The code executes perfectly!

Features Galore

- But wait, I didn’t mention the best part. You now have… AUTO-COMPLETE.
- When you generate graphs even via Matplotlib, you can SCROLL IN and OUT EASILY.
- You can explore data productively with the right extensions:
- Excel Viewer: Read CSV’s and Excel’s in VS Code like you would in Excel:

2. SandDance: Visualizations on your CSV data:

- One more thing. (There is always a one-more-thing, isn’t there?) DEBUGGING.

You can look at all the active variables in the kernel in a single pop-up. You can not only check on individual variables, but you can also expand on data-frames. Filter, sort, play with them. WUT.

And yes, you can hit F10 in a single cell and execute the code line by line.

Nifty! And this, young padawan, THIS is how we roll.
Exporting Environments
Now that you’ve setup your environment and tool, you would want to share your work with others. This is where having dedicated virtual environments really shine. Before you share your *.ipynb file, you’d want to navigate back to your open Windows Terminal window, navigate to the envs folder you created earlier, and type the following (feel free to change the name of the file from environment.yml
to something more suitable):
❯ conda env export --from-history > environment.yml
When you share your *.ipynb file, be sure to share this yml file as well. That way, your recipient will be able to restore your environment at their end as well. They would need to enter the following at their command-line:
❯ conda env create -f environment.yml
Note: In theory, it may be possible to hit conda env export > environment.yml
However, that will list all the libraries that were installed as dependencies to the ones you had chosen. These dependencies can be OS-dependent and may not play well across all platforms. Adding a --from-history
restricts the libraries to only those that you have installed yourself. This allows conda to choose the dependencies specific to your recipient’s platform.
So there you have it, folks. With this set-up, you can:
- Monitor state: Line-by-line debugging and monitoring variables, yo.
- IntelliSense/ AutoComplete: It just works(tm).
- "Known" kernels: You have clarity on what kernels to use and how.
- Reading other notebooks: Reading notebooks made by others is often a pain, as you aren’t sure what version of the libraries they have used.
- Dependency Control: Have the right set of libraries updated to the right version at all times, including when you share the notebooks over.
To misquote Edgar Dijikstra, Jupyter notebooks may be considered harmful, if you don’t follow well-established principles of software engineering.
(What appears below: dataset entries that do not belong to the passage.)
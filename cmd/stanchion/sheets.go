package main

import (
	"bytes"
	"context"
	"fmt"
	"io"
	"os"
	"path/filepath"
	"regexp"
	"strconv"
	"strings"
	"unicode"
	"unicode/utf16"

	"github.com/spf13/cobra"

	"stanchion/design/search"
	"stanchion/design/working"
	"stanchion/schedule/calcsheet"
	"stanchion/schedule/outfile"
)

// sheetsSuffix ends the name of the calculation sheets.
const sheetsSuffix = "-sheets"

// sheetsFlags say what the calculation sheets are to be.
type sheetsFlags struct {
	runFlags
	title, elevations string
}

func sheetsCommand(con *console) *cobra.Command {
	var f sheetsFlags
	c := &cobra.Command{
		Use:   "sheets FILE [MARK]...",
		Short: "write calculation sheets for the one who checks",
		Long: "Designs a column schedule as `size` does and writes calculation sheets as PDF: one for every\n" +
			"column, or for those with the marks given, with every formula, the numbers put in, the result and\n" +
			"the clause, an elevation of the column and its place on the buckling curve; before them a list\n" +
			"of the sheets and the elevations of the column lines.\n\n" +
			settingsHelp() + "\n\n" + exitStatuses + "\n\n" + cautionHelp,
		Example: `  stanchion sheets examples/ottermere-depot.xlsx
  stanchion sheets loads.xlsx C12 C13 -o c12-c13.pdf --title "Ottermere Depot, frame B"
  stanchion sheets loads.csv --elevations drawings`,
		Args: func(c *cobra.Command, args []string) error {
			if len(args) == 0 {
				return usage(c, "no schedule: name the file")
			}
			return nil
		},
		RunE: func(c *cobra.Command, args []string) error {
			return newRun(con, c, &f.runFlags, args[0], search.Size).sheets(c.Context(), &f, args[1:])
		},
	}
	fl := c.Flags()
	fl.StringVarP(&f.output, "output", "o", "", "write the sheets to `FILE` (default: beside the input, as NAME"+sheetsSuffix+".pdf)")
	fl.StringVar(&f.title, "title", "", "`TEXT` in the title block (default: the setting project, else the name of the schedule)")
	fl.StringVar(&f.elevations, "elevations", "", "write the elevation of every column line as SVG into `FOLDER` too")
	fl.BoolVar(&f.force, "force", false, "replace an output that no earlier run wrote")
	f.bindReading(c)
	return c
}

// sheets writes the calculation sheets of the members with these marks.
func (r *run) sheets(ctx context.Context, f *sheetsFlags, marks []string) error {
	path, err := r.sheetsPath(f)
	if err != nil {
		return err
	}
	p, err := r.picked(ctx, marks)
	if err != nil {
		return err
	}
	project, err := r.project(f)
	if err != nil {
		return err
	}
	var count [4]int
	var sheets []*working.Sheet
	for _, i := range p.members {
		count[p.lines[i].Result.Status]++
		sheet, err := p.sheet(i)
		if err != nil {
			r.con.fail(err)
			col := &p.lines[i].Member.Column
			why := strings.TrimPrefix(err.Error(), col.Mark+": ") // the list names the member itself
			project.Missing = append(project.Missing, calcsheet.Missing{Column: col, Status: p.lines[i].Result.Status, Why: why})
			continue
		}
		sheets = append(sheets, sheet)
		if err := ctx.Err(); err != nil {
			return err
		}
	}
	stacks := calcsheet.Stacks(sheets, project.Missing, r.plan.Settings.Together.Options)
	elevations, err := elevationFiles(f, stacks)
	if err != nil {
		return err
	}
	if err := outfile.Write(ctx, path, func(w io.Writer) error { return calcsheet.PDF(w, project, sheets, stacks) }); err != nil {
		return err
	}
	if err := writeElevations(ctx, f, elevations, stacks); err != nil {
		return err
	}
	r.con.say("%s: %s", path, plural(len(sheets), "sheet"))
	if f.elevations != "" && len(elevations) == 0 {
		r.con.say("--elevations: none is written, since of the members chosen no two stand on each other in a stack")
	}
	return verdict(&count)
}

// project gathers what stands on the first page and in the title block.
func (r *run) project(f *sheetsFlags) (*calcsheet.Project, error) {
	p := &calcsheet.Project{Title: f.title, File: "standard input", Sheet: r.plan.Sheet, Program: "stanchion " + versionText(),
		Standard: standard, National: r.plan.Settings.Design.National, Paper: r.plan.Settings.Paper}
	if p.Title == "" {
		p.Title = r.plan.Settings.Project
	}
	if r.input != stdio {
		sum, err := fileSum(r.input)
		if err != nil {
			return nil, err
		}
		p.File, p.SHA256 = filepath.Base(r.input), sum
	}
	for _, s := range r.plan.Settings.Used() {
		if s.From != "default" && s.Value != "" && !s.Layout() && !strings.HasPrefix(s.From, "national set") {
			p.Settings = append(p.Settings, [2]string{s.Name, s.Value})
		}
	}
	return p, nil
}

// sheetsPath settles where the sheets go.
func (r *run) sheetsPath(f *sheetsFlags) (string, error) {
	path := f.output
	if path == "" {
		if r.input == stdio {
			return "", usage(r.cmd, "the schedule comes from standard input: name the PDF with -o")
		}
		path = strings.TrimSuffix(r.input, filepath.Ext(r.input)) + sheetsSuffix + ".pdf"
	}
	switch {
	case path == stdio:
		return "", usage(r.cmd, "-o -: sheets do not go to standard output: name a file")
	case !strings.EqualFold(filepath.Ext(path), ".pdf"):
		return "", usage(r.cmd, "-o %s: name a file ending in .pdf", path)
	}
	return path, mayReplace(path, f.force, sheetsEarlier)
}

// sheetsEarlier reports whether an earlier run wrote a PDF: its title tells. It
// stands among the last objects of the file, before the table of their places,
// which is as long as there are objects.
func sheetsEarlier(path string) bool {
	file, err := os.Open(path)
	if err != nil {
		return false
	}
	defer file.Close()
	info, err := file.Stat()
	if err != nil {
		return false
	}
	const near = 8 << 10
	found := tableOfObjects.FindSubmatch(before(file, info.Size(), near))
	if found == nil {
		return false
	}
	table, err := strconv.ParseInt(string(found[1]), 10, 64)
	if err != nil {
		return false
	}
	var title []byte
	for _, u := range utf16.Encode([]rune(calcsheet.PDFTitle)) {
		title = append(title, byte(u>>8), byte(u))
	}
	return bytes.Contains(before(file, min(table, info.Size()), near), title)
}

// tableOfObjects is the end of a PDF, which says where the table of its objects
// stands (ISO 32000-1, 7.5.5).
var tableOfObjects = regexp.MustCompile(`startxref\s+(\d{1,18})\s+%%EOF\s*$`)

// before returns what of a file stands before a place, n bytes at most.
func before(file io.ReaderAt, place, n int64) []byte {
	n = min(n, place)
	data := make([]byte, n)
	if _, err := file.ReadAt(data, place-n); err != nil && err != io.EOF {
		return nil
	}
	return data
}

// elevationFiles names the file of every stack's elevation. What no earlier run
// wrote is not replaced.
func elevationFiles(f *sheetsFlags, stacks []*calcsheet.Stack) ([]string, error) {
	if f.elevations == "" {
		return nil, nil
	}
	var files []string
	taken := map[string]bool{}
	for _, s := range stacks {
		name := fileName(s.Name)
		for n := 2; taken[strings.ToLower(name)]; n++ {
			name = fmt.Sprintf("%s-%d", fileName(s.Name), n)
		}
		taken[strings.ToLower(name)] = true
		path := filepath.Join(f.elevations, name+".svg")
		if err := mayReplace(path, f.force, elevationEarlier); err != nil {
			return nil, fmt.Errorf("--elevations: %s exists, and no earlier run wrote it: name another folder, or give --force to replace it", path)
		}
		files = append(files, path)
	}
	return files, nil
}

// elevationEarlier reports whether an earlier run wrote an elevation.
func elevationEarlier(path string) bool {
	return beginsWith(path, func(line string) bool { return strings.TrimSpace(line) == calcsheet.SVGBegins })
}

// writeElevations writes the elevation of every stack into its file.
func writeElevations(ctx context.Context, f *sheetsFlags, files []string, stacks []*calcsheet.Stack) error {
	if len(files) == 0 {
		return nil
	}
	if err := os.MkdirAll(f.elevations, 0o777); err != nil {
		return fmt.Errorf("--elevations: %w", plainCause(err))
	}
	for i, s := range stacks {
		if err := outfile.Write(ctx, files[i], s.SVG); err != nil {
			return err
		}
	}
	return nil
}

// fileName makes a name of a column line fit for a file.
func fileName(s string) string {
	name := strings.Map(func(r rune) rune {
		if unicode.IsLetter(r) || unicode.IsDigit(r) || r == '-' || r == '_' {
			return r
		}
		return '-'
	}, s)
	if name = strings.Trim(name, "-"); name == "" {
		return "stack"
	}
	return name
}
But with the right tools, and the right discipline, they can actually aid your exploratory data analysis.
In the next few posts, I will further explain an even more productive way of sharing notebooks involving Docker containers, and will briefly touch upon the expository aspects of data analysis. For now, bask in the full glory that is a well-rounded toolkit to perform Expository Data Analysis.